7 Comments Post a comment
  1. Oct 21 2012

    This sounds interesting. I am going to have to see it. Nice to know that even at age 80 Alan Arkin is still stealing the show. I like the film poster of ‘Ssssss’ hanging on the wall of the film caption above. That is an interesting horror film as well and one that I have reviewed on my blog.

  2. Oct 22 2012

    The production team recreated 1979 with a scrupulous attention to detail. The mustaches are scary.

  3. Oct 24 2012

    Good review Helen. Not the most perfect movie I’ve seen this year, but is still an entertaining flick about a top-secret mission nobody ever knew about. Sadly, we all know how it ends and that’s what kind of sucks all of the energy out of this flick in the long-run.

  4. Nov 14 2012

    I found the film almost entirely uninteresting. The first act drags far to slowly to be interesting and the film never presents itself as a taught thriller. Strike One!

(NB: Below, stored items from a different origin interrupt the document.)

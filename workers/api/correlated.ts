/**
 * Correlated-method group of the engine worker: exact diagonalisation of a cluster, and
 * one segment of one variational Monte Carlo Markov chain (see src/core/vmc/segment.ts).
 * A segment carries its chain's state in and out, so any worker may run any chain's next
 * segment and the seed with the chain count fixes the result. The cluster, ansatz and
 * Fourier tables of the last problem seen are kept, so the steps of one run build them once.
 */
import { buildCluster, type ClusterSpec } from '../../src/core/cluster/spec.ts';
import { exactDiagonalisation, type EdRequest, type EdResult } from '../../src/core/ed/exact-diagonalisation.ts';
import { runSegment, type SegmentRequest, type SegmentResult, type VmcSystem } from '../../src/core/vmc/segment.ts';
import { cachedSystem } from '../../src/core/vmc/variational-monte-carlo.ts';

const systems = new Map<string, VmcSystem>();

export const correlatedApi = {
  /** The sites of a cluster (N and positions, units of a), built here: its Ewald sums stay off the page's thread. */
  clusterSites(spec: ClusterSpec): { N: number; positions: number[] } {
    const c = buildCluster(spec);
    return { N: c.N, positions: Array.from(c.positions) };
  },

  /** Ground state and observables of H(alpha) on a cluster, fixed or self-consistent alpha. */
  ed(req: EdRequest): EdResult {
    return exactDiagonalisation(req);
  },

  /** One segment of one Markov chain: optimisation sums or binned observables, and the chain state. */
  vmcSegment(req: SegmentRequest): SegmentResult {
    return runSegment(cachedSystem(systems, req.problem), req);
  },
};
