/**
 * Mean-field method group of the engine worker: one point, or a run of points with
 * continuation (each state the next point's guess; see src/core/scan/grid.ts), and the
 * bisection of plateau edges.
 */
import { solveGroundState, type SolveResult } from '../../src/core/meanfield/ground-state.ts';
import { refinePlateaus, type Plateau } from '../../src/core/meanfield/plateaus.ts';
import type { PlateauEdgeRequest, PointCallback, SolveRequest, SolveRunRequest } from '../protocol.ts';

export const meanfieldApi = {
  /** The ground state of one point (solveGroundState). */
  solve(req: SolveRequest): SolveResult {
    return solveGroundState(req.params, { seed: req.seed, guess: req.guess });
  },

  /**
   * Solve the points of a run in order; onPoint (a Comlink proxy) hears of each as it
   * finishes. Returns every state, in order.
   */
  solveRun(req: SolveRunRequest, onPoint?: PointCallback<SolveResult>): SolveResult[] {
    const out: SolveResult[] = [];
    let prev: SolveResult | undefined;
    for (let i = 0; i < req.points.length; i++) {
      const guess = req.continuation && prev ? prev : undefined;
      const r = solveGroundState(req.points[i], { seed: req.seeds[i], guess });
      out.push(r);
      void onPoint?.(i, r);
      prev = r;
    }
    return out;
  },

  /** One plateau with its edges bisected to req.muTol (see PlateauEdgeRequest). */
  refinePlateau(req: PlateauEdgeRequest): Plateau {
    const around = [req.below, req.above].filter((s) => s !== undefined);
    const base = { ...req.base };
    delete base.rho;
    const solve = (mu: number) => solveGroundState({ ...base, mu }, { seed: req.seed });
    return refinePlateaus([req.plateau], around, req.base.maxCell, solve, req.muTol)[0];
  },
};
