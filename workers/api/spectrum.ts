/**
 * Spectrum method group of the engine worker: the fluctuation spectrum, stability margins
 * and softest mode of one point, and the trace of one soft-mode line (one interaction range
 * and followed phase over a plane; the CLI and the page send one task per range). Request
 * and result types are plain data defined beside their core modules.
 */
import { stateSpectrum, type SpectrumRequest, type StateSpectrum } from '../../src/core/spectrum/state-spectrum.ts';
import { softLines, type SoftLineRequest, type SoftLineResult } from '../../src/core/softmode/soft-lines.ts';

export const spectrumApi = {
  /** Solve the point and expand about its state (stateSpectrum). */
  spectrum(req: SpectrumRequest): StateSpectrum {
    return stateSpectrum(req.params, { seed: req.seed, points: req.points });
  },

  /** Trace the soft-mode lines of one range and phase (softLines). */
  softLines(req: SoftLineRequest): SoftLineResult {
    return softLines(req);
  },
};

    The second act has almost nothing to do with the remainder of the film, in presentation. As a result it was entertaining and humorous and doesn’t belong in the film. Strike two!

    The third act, as mentioned in your review Helen, was constructed in a way that just added random ways to make the sequence last longer. (- Oh no! My pen out of ink! – Oh no! The tickets weren’t booked! – Oh no! This sandwich has mustard in it and I hate mustard!). Strike three!

    I was mostly bored with Argo because Affleck is the wrong director for it. The cinematography was bland, like of a TV series’; most of the performances were delivered without any conviction (aside from John Goodman and Alan Arkin who can do no wrong); and script was on autopilot from the start.

    Argo is hailed as a triumph and a huge Oscar contender but I find it to be mediocre in every category. It’s as bland and mediocre as The Amazing Spider-Man and almost as long.

    I watched it with a friend and we were both having troubles sitting through the film. That’s not good. Why can’t Ben Affleck make more movies like Gone Baby Gone?

  5. Nov 15 2012

    Aside from being integral to the rescue plot, the Hollywood scenes are a satiric commentary on the Khomeinists’ propaganda machine.

  6. Nov 16 2012

    Khomeini: I had to Google that. I’m not old to enough to have heard stories about Khomeini and having grown up in Israel you can understand why.

    And Helen, I know what you mean. But I didn’t mean that the second act has nothing to do with the film. Just that it feels like it because its tone is completely different from the rest of the film and it was interesting, unlike the rest of the film.

    Argo is the first film I’ve seen where the second act was the best [and only good] part of the entire film.